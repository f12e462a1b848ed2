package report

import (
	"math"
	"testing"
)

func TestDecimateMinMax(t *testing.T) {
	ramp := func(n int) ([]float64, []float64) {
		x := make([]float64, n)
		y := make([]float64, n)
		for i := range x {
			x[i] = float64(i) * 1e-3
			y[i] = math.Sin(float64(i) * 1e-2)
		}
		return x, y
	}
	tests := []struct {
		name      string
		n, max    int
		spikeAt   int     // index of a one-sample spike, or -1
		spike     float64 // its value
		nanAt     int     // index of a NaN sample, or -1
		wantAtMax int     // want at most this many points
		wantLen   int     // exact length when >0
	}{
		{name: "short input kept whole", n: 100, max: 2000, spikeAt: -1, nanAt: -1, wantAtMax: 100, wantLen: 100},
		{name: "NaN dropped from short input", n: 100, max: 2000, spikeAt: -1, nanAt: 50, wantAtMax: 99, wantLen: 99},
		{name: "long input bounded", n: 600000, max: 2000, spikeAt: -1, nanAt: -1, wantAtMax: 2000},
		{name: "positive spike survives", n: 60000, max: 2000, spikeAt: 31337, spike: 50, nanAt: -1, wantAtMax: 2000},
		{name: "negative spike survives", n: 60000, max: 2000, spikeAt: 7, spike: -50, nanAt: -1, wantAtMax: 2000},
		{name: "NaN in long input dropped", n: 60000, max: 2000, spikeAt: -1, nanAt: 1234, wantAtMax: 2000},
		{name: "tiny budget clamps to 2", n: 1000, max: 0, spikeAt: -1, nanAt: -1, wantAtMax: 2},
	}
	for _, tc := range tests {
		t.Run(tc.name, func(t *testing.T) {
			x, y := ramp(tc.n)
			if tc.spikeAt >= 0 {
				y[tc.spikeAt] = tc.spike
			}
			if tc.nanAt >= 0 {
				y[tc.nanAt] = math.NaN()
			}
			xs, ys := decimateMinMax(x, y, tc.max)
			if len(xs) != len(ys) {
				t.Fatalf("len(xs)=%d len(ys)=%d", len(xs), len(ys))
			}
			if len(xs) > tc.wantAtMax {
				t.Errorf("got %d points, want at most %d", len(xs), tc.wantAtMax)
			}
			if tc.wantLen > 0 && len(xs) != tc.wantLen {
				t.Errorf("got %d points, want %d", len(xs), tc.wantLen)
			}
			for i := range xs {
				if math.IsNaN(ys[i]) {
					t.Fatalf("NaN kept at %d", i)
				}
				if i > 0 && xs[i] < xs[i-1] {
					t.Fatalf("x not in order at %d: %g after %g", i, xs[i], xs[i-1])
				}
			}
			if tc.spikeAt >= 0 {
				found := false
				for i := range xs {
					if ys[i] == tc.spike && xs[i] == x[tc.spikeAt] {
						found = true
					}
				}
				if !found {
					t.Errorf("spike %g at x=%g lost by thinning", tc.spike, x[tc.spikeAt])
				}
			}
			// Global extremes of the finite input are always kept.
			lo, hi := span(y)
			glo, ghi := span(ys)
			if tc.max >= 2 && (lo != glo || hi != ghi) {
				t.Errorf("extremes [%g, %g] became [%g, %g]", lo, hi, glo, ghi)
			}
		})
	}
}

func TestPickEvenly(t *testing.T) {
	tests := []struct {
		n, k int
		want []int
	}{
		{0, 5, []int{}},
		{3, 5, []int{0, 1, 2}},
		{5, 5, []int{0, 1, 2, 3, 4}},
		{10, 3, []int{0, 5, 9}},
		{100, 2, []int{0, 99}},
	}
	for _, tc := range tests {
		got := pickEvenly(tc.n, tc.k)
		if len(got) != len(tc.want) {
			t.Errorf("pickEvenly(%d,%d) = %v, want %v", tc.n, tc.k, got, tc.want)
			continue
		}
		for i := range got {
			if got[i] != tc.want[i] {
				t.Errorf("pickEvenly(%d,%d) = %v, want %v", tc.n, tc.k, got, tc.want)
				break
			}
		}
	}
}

- [What needs to be done]: Return the whole listing above verbatim.

- [Written answer]:
repository f12e462a1b848ed2
package report

import (
	"math"
	"testing"
)

func TestDecimateMinMax(t *testing.T) {
	ramp := func(n int) ([]float64, []float64) {
		x := make([]float64, n)
		y := make([]float64, n)
		for i := range x {
			x[i] = float64(i) * 1e-3
			y[i] = math.Sin(float64(i) * 1e-2)
		}
		return x, y
	}
	tests := []struct {
		name      string
		n, max    int
		spikeAt   int     // index of a one-sample spike, or -1
		spike     float64 // its value
		nanAt     int     // index of a NaN sample, or -1
		wantAtMax int     // want at most this many points
		wantLen   int     // exact length when >0
	}{
		{name: "short input kept whole", n: 100, max: 2000, spikeAt: -1, nanAt: -1, wantAtMax: 100, wantLen: 100},
		{name: "NaN dropped from short input", n: 100, max: 2000, spikeAt: -1, nanAt: 50, wantAtMax: 99, wantLen: 99},
		{name: "long input bounded", n: 600000, max: 2000, spikeAt: -1, nanAt: -1, wantAtMax: 2000},
		{name: "positive spike survives", n: 60000, max: 2000, spikeAt: 31337, spike: 50, nanAt: -1, wantAtMax: 2000},
		{name: "negative spike survives", n: 60000, max: 2000, spikeAt: 7, spike: -50, nanAt: -1, wantAtMax: 2000},
		{name: "NaN in long input dropped", n: 60000, max: 2000, spikeAt: -1, nanAt: 1234, wantAtMax: 2000},
		{name: "tiny budget clamps to 2", n: 1000, max: 0, spikeAt: -1, nanAt: -1, wantAtMax: 2},
	}
	for _, tc := range tests {
		t.Run(tc.name, func(t *testing.T) {
			x, y := ramp(tc.n)
			if tc.spikeAt >= 0 {
				y[tc.spikeAt] = tc.spike
			}
			if tc.nanAt >= 0 {
				y[tc.nanAt] = math.NaN()
			}
			xs, ys := decimateMinMax(x, y, tc.max)
			if len(xs) != len(ys) {
				t.Fatalf("len(xs)=%d len(ys)=%d", len(xs), len(ys))
			}
			if len(xs) > tc.wantAtMax {
				t.Errorf("got %d points, want at most %d", len(xs), tc.wantAtMax)
			}
			if tc.wantLen > 0 && len(xs) != tc.wantLen {
				t.Errorf("got %d points, want %d", len(xs), tc.wantLen)
			}
			for i := range xs {
				if math.IsNaN(ys[i]) {
					t.Fatalf("NaN kept at %d", i)
				}
				if i > 0 && xs[i] < xs[i-1] {
					t.Fatalf("x not in order at %d: %g after %g", i, xs[i], xs[i-1])
				}
			}
			if tc.spikeAt >= 0 {
				found := false
				for i := range xs {
					if ys[i] == tc.spike && xs[i] == x[tc.spikeAt] {
						found = true
					}
				}
				if !found {
					t.Errorf("spike %g at x=%g lost by thinning", tc.spike, x[tc.spikeAt])
				}
			}
			// Global extremes of the finite input are always kept.
			lo, hi := span(y)
			glo, ghi := span(ys)
			if tc.max >= 2 && (lo != glo || hi != ghi) {
				t.Errorf("extremes [%g, %g] became [%g, %g]", lo, hi, glo, ghi)
			}
		})
	}
}

func TestPickEvenly(t *testing.T) {
	tests := []struct {
		n, k int
		want []int
	}{
		{0, 5, []int{}},
		{3, 5, []int{0, 1, 2}},
		{5, 5, []int{0, 1, 2, 3, 4}},
		{10, 3, []int{0, 5, 9}},
		{100, 2, []int{0, 99}},
	}
	for _, tc := range tests {
		got := pickEvenly(tc.n, tc.k)
		if len(got) != len(tc.want) {
			t.Errorf("pickEvenly(%d,%d) = %v, want %v", tc.n, tc.k, got, tc.want)
			continue
		}
		for i := range got {
			if got[i] != tc.want[i] {
				t.Errorf("pickEvenly(%d,%d) = %v, want %v", tc.n, tc.k, got, tc.want)
				break
			}
		}
	}
}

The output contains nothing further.